为什么 std::string 的自定义分配器不起作用

Question

I define a new allocator like this:

template <class T>
class CodecAlloc: public std::allocator<T> {
public:
  typedef size_t    size_type;
  typedef ptrdiff_t difference_type;
  typedef T*        pointer;
  typedef const T*  const_pointer;
  typedef T&        reference;
  typedef const T&  const_reference;
  typedef T         value_type;

  CodecAlloc() {}
  CodecAlloc(const CodecAlloc&) {}

  pointer allocate(size_type n, const void * = 0) {
              T* t = (T*) malloc(n * sizeof(T));
              std::cout
              << "  used CodecAlloc to allocate   at address "
              << t << " (+)" << std::endl;
              return t;
            }

  void deallocate(void* p, size_type) {
              if (p) {
                free(p);
                std::cout
                << "  used CodecAlloc to deallocate at address "
                << p << " (-)" << 
                std::endl;
              } 
            }

  template <class U>
  struct rebind { typedef CodecAlloc<U> other; };
};

if I typedef a new type:

typedef std::basic_string<char, std::char_traits<char>, CodecAlloc<char>> String;

it work well，CodecAlloc::allocate has been called. but now there is a interface like this:

void SetBinary(const std::string&)

it's parameter is a std::string, the type String does not match. So I use this way to construct std::string

std::string str = std::string("Hello !!", CodecAlloc<char>);
SetBinary(str)

but the CodecAlloc allocator does not been called?. why. and how should i solve this problem. the SetBinary interface can not be changed. thks

Answer 1

So, the line

std::string str = std::string("Hello !!", CodecAlloc<char>);

is just wrong and has several errors:

1. You can't use CodecAlloc<char> since that is a type. You need to pass an allocator instance, so at least CodecAlloc<char>() is needed.
2. If 1. is fixed, it will still not work since the passed allocator differs from the one used by std::string . You could fix it to use your type String : std::string str = String("Hello,;", CodecAlloc<char>); , but that won't work, since std::string does not have an assigment operator from a type with a different allocator - see this

So with the detailed explanation above the answer is - no you cannot achieve what you want and pass a custom typedef'ed std::basic_string in a std::string and preserve your custom allocator.

Answer 2

std::string str = std::string("Hello !!", CodecAlloc<char>);

Assuming that you actually created a temporary like CodecAlloc<char>() (because otherwise it wouldn't compile) what happens is that you call the constructor taking a const std::allocator<char>& (because that's what std::string::allocator_type is) and your object has that as a base class. So the reference binds to the base subobject of your CodecAlloc<char> temporary, and then that base subobject gets copied into the string's internal allocator object.
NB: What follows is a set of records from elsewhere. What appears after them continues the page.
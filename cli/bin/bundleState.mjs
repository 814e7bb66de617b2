// Whether cli/dist (built by build.mjs) is current: every source listed in its manifest still has the size
// and mtime it had when bundled. Shared by tidemark.js and the benchmark.
import { readFileSync, statSync } from "node:fs";

const root = new URL("../../", import.meta.url);

/** Sources that changed since the build (empty when current); null when there is no usable bundle. */
export function staleBundleSources() {
  let manifest;
  try {
    manifest = JSON.parse(readFileSync(new URL("../dist/manifest.json", import.meta.url), "utf8"));
  } catch {
    return null;
  }
  const inputs = Object.entries(manifest.inputs ?? {});
  if (inputs.length === 0) return null;
  return inputs
    .filter(([file, built]) => {
      const now = statSync(new URL(file, root), { throwIfNoEntry: false });
      return !now || now.size !== built.size || now.mtimeMs !== built.mtimeMs;
    })
    .map(([file]) => file);
}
You can't make std::string use a different allocator type just by passing it to the constructor, the allocator type is a static property of the string.

Answer 3

I have bad news for you.

The other answers already covered this nicely, but I wanted to be more explicit about this: you will not be able to use this interface with a string that uses a custom allocator . Or with any other kind of string, for that matter.
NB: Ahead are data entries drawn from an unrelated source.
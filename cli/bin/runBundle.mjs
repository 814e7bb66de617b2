// Runs the command's CommonJS bundle (bin.cjs, cli/bin/bundle.mjs) through node:vm with V8's code cache
// (Node's vm.Script `cachedData`): a run that finds the cache skips parsing and compiling most of the
// bundle's functions, ≈ 50 ms of CPU on a one-file scan (issue #22). Node 20 caches no ES module's code,
// hence CommonJS. V8 itself checks that a cache fits (its version, flags, the source's length) and rejects
// it otherwise; the file name adds the bundle's build id (appended to the bundle by bundle.mjs) and Node's
// version, so a rebuilt bundle never meets an old cache. A missing, rejected or unreadable cache only costs
// the compile; one that cannot be written is skipped without a word.
//
// One cache a command (`scan`, `verify`…: the first argument), so each holds the code its command runs and
// `tidemark --version` does not load a scan's. Written at exit, after the run compiled what it needed: when
// there was none, when V8 rejected it, or when this run compiled a tenth more code than the run that wrote
// it (a one-file scan, measured and drawn in this thread, after a scan on the worker pool). That takes a walk
// over the heap (≈ 2.5 ms), so a run with a cache V8 took looks at one time in four (every time when
// debugging). Not after a usage error (exit 2): that run compiled little of what the command needs.
//
// Where: TIDEMARK_CODE_CACHE_DIR when set ("off" for none), else beside the bundle, else (not writable there,
// as in a system-wide install) $XDG_CACHE_HOME/tidemark or ~/.cache/tidemark.
// TIDEMARK_DEBUG_CODE_CACHE=1 says on stderr what happened.
import { isAscii } from "node:buffer";
import { mkdirSync, readFileSync, renameSync, rmSync, writeFileSync } from "node:fs";
import { createRequire } from "node:module";
import { homedir } from "node:os";
import path from "node:path";
import vm from "node:vm";

const BUNDLE_ID_MARK = "//# tidemarkBundleId=";
/** "TMV8" then format 1, then the writer's bytecode size (bytes, uint32 LE), then V8's data. */
const MAGIC = 0x38564d54;
const FORMAT = 1;
const HEADER_BYTES = 12;
/** Rewrite when this run holds this much more bytecode than the one that wrote the cache (Node's own included: ≈ 0.8 MB for a scan on the worker pool, ≈ 0.94 MB for one that also measured and drew in this thread). */
const GROWTH_TO_REWRITE = 1.1;
const USAGE_EXIT_CODE = 2;
/** A run with an accepted cache checks for growth with this probability. */
const GROWTH_CHECK_SHARE = 0.25;

/** Folders tried in order, for reading and for writing. */
export function codeCacheDirs(bundlePath, env = process.env) {
  const explicit = env.TIDEMARK_CODE_CACHE_DIR;
  if (explicit === "off") return [];
  if (explicit) return [path.resolve(explicit)];
  const user = env.XDG_CACHE_HOME ? path.join(env.XDG_CACHE_HOME, "tidemark") : path.join(homedir(), ".cache", "tidemark");
  return [path.dirname(bundlePath), user];
}

function readCache(file) {
  let bytes;
  try {
    bytes = readFileSync(file);
  } catch {
    return null;
  }
  if (bytes.length <= HEADER_BYTES || bytes.readUInt32LE(0) !== MAGIC || bytes.readUInt32LE(4) !== FORMAT) return { data: null, bytecode: 0, bad: true };
  return { data: bytes.subarray(HEADER_BYTES), bytecode: bytes.readUInt32LE(8), bad: false };
}

function writeCache(dirs, name, data, bytecode) {
  const header = Buffer.alloc(HEADER_BYTES);
  header.writeUInt32LE(MAGIC, 0);
  header.writeUInt32LE(FORMAT, 4);
  header.writeUInt32LE(Math.min(bytecode, 0xffffffff), 8);
  const reasons = [];
  for (const dir of dirs) {
    const file = path.join(dir, name);
    // Another tidemark may be reading or writing it: each writes its own file and renames it into place.
    const temp = `${file}.${process.pid}.tmp`;
    try {
      mkdirSync(dir, { recursive: true });
      writeFileSync(temp, Buffer.concat([header, data]));
      renameSync(temp, file);
      return { file, reasons };
    } catch (error) {
      try {
        rmSync(temp, { force: true });
      } catch {
        // The folder is not there or not a folder: no temporary file either.
      }
      reasons.push(`${dir}: ${error?.code ?? error}`);
    }
  }
  return { file: null, reasons };
}

/**
 * `tidemark --version` (or `-V`) alone: the version in the package.json above the bundle's folder, as
 * cli/src/quickAnswers.ts prints it, without reading the bundle at all (issue #22: ≈ 10 ms of CPU less).
 * True when answered.
 */
export function answerVersion(bundlePath, argv = process.argv) {
  if (argv.length !== 3 || (argv[2] !== "--version" && argv[2] !== "-V")) return false;
  let version;
  try {
    version = JSON.parse(readFileSync(path.join(path.dirname(bundlePath), "..", "package.json"), "utf8")).version;
  } catch {
    return false;
  }
  process.stdout.write(`${typeof version === "string" ? version : "0.0.0"}\n`);
  return true;
}

/**
 * Compiles and runs the CommonJS file at `bundlePath` (absolute) as Node would, with a code cache.
 * Returns what happened to the cache: "accepted", "rejected", "missing" or "off".
 */
export function runBundle(bundlePath, env = process.env) {
  const debugging = env.TIDEMARK_DEBUG_CODE_CACHE === "1";
  const debug = debugging ? (line) => process.stderr.write(`tidemark: code cache: ${line}\n`) : () => {};
  // An ASCII file (checked natively, ≈ 0.1 ms) is read as Latin-1, a one-byte string without UTF-8 decoding.
  // Escaping the bundle's other characters is not safe in general: esbuild leaves those of String.raw
  // templates as they are (libFLAC's module is one).
  const bytes = readFileSync(bundlePath);
  const source = bytes.toString(isAscii(bytes) ? "latin1" : "utf8");
  const at = source.lastIndexOf(BUNDLE_ID_MARK);
  const id = at >= 0 ? source.slice(at + BUNDLE_ID_MARK.length).trim() : "";
  // A bundle without its id (not built by bundle.mjs) gets no cache: nothing would tell its builds apart.
  const dirs = /^[0-9a-f]{8,64}$/.test(id) ? codeCacheDirs(bundlePath, env) : [];
  const command = /^[a-z][a-z-]{0,31}$/.test(process.argv[2] ?? "") ? process.argv[2] : "other";
  const name = `${path.basename(bundlePath)}-${id}-node${process.versions.node}-${process.arch}-${command}.v8cache`;
  let found = null;
  for (const dir of dirs) {
    found = readCache(path.join(dir, name));
    if (found) break;
  }
  // CommonJS's own wrapper, so the bundle sees require, module and __filename as under require().
  const wrapped = `(function (exports, require, module, __filename, __dirname) { ${source}\n})`;
  const script = new vm.Script(wrapped, {
    filename: bundlePath,
    cachedData: found?.data ?? undefined,
    importModuleDynamically: vm.constants.USE_MAIN_CONTEXT_DEFAULT_LOADER,
  });
  const state = dirs.length === 0 ? "off" : !found ? "missing" : found.bad || script.cachedDataRejected ? "rejected" : "accepted";
  debug(`${state}${dirs.length ? ` (${name})` : ""}`);
  if (state !== "off") {
    process.once("exit", (code) => {
      if (code === USAGE_EXIT_CODE) return;
      if (state === "accepted" && !debugging && Math.random() >= GROWTH_CHECK_SHARE) return;
      // Whatever goes wrong here, the command has done its work: its exit code and output stand.
      try {
        // node:v8 only here, in the runs that look (≈ 2 ms a start to load it).
        const { getHeapCodeStatistics } = createRequire(import.meta.url)("node:v8");
        const bytecode = getHeapCodeStatistics().bytecode_and_metadata_size;
        if (state === "accepted" && bytecode < found.bytecode * GROWTH_TO_REWRITE) return;
        const written = writeCache(dirs, name, script.createCachedData(), bytecode);
        debug(written.file ? `written ${written.file}` : `not written (${written.reasons.join("; ")})`);
      } catch (error) {
        debug(`not written (${error})`);
      }
    });
  }
  const module = { exports: {}, filename: bundlePath, id: bundlePath };
  script.runInThisContext().call(module.exports, module.exports, createRequire(bundlePath), module, bundlePath, path.dirname(bundlePath));
  return state;
}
To understand why, you need to know what std::string is. If you look for "string" on cppreference, you'll be directed to the page for std::basic_string . This is intentional, std::basic_string is a template that defines a collection of string classes, and std::string is one of them.

If you look at the definition of std::string , you'll see that it is defined as std::basic_string<char> , which is a shortcut for std::basic_string<char, std::char_traits<char>, std::allocator<char>> . This means that std::string already comes embedded with its own allocator , which is not extensible: the member functions std::allocator<T>::allocate and std::allocator<T>::deallocate are not virtual. Assuming you wanted to use this constructor from std::basic_string :

basic_string( const CharT* s, const Allocator& alloc = Allocator() );

... that means that even if the constructor is using a reference to the allocator, these functions ( allocate and deallocate ) will not be overridden: the constructor doesn't even know about your version of them. Instead, it will use the versions from the base class.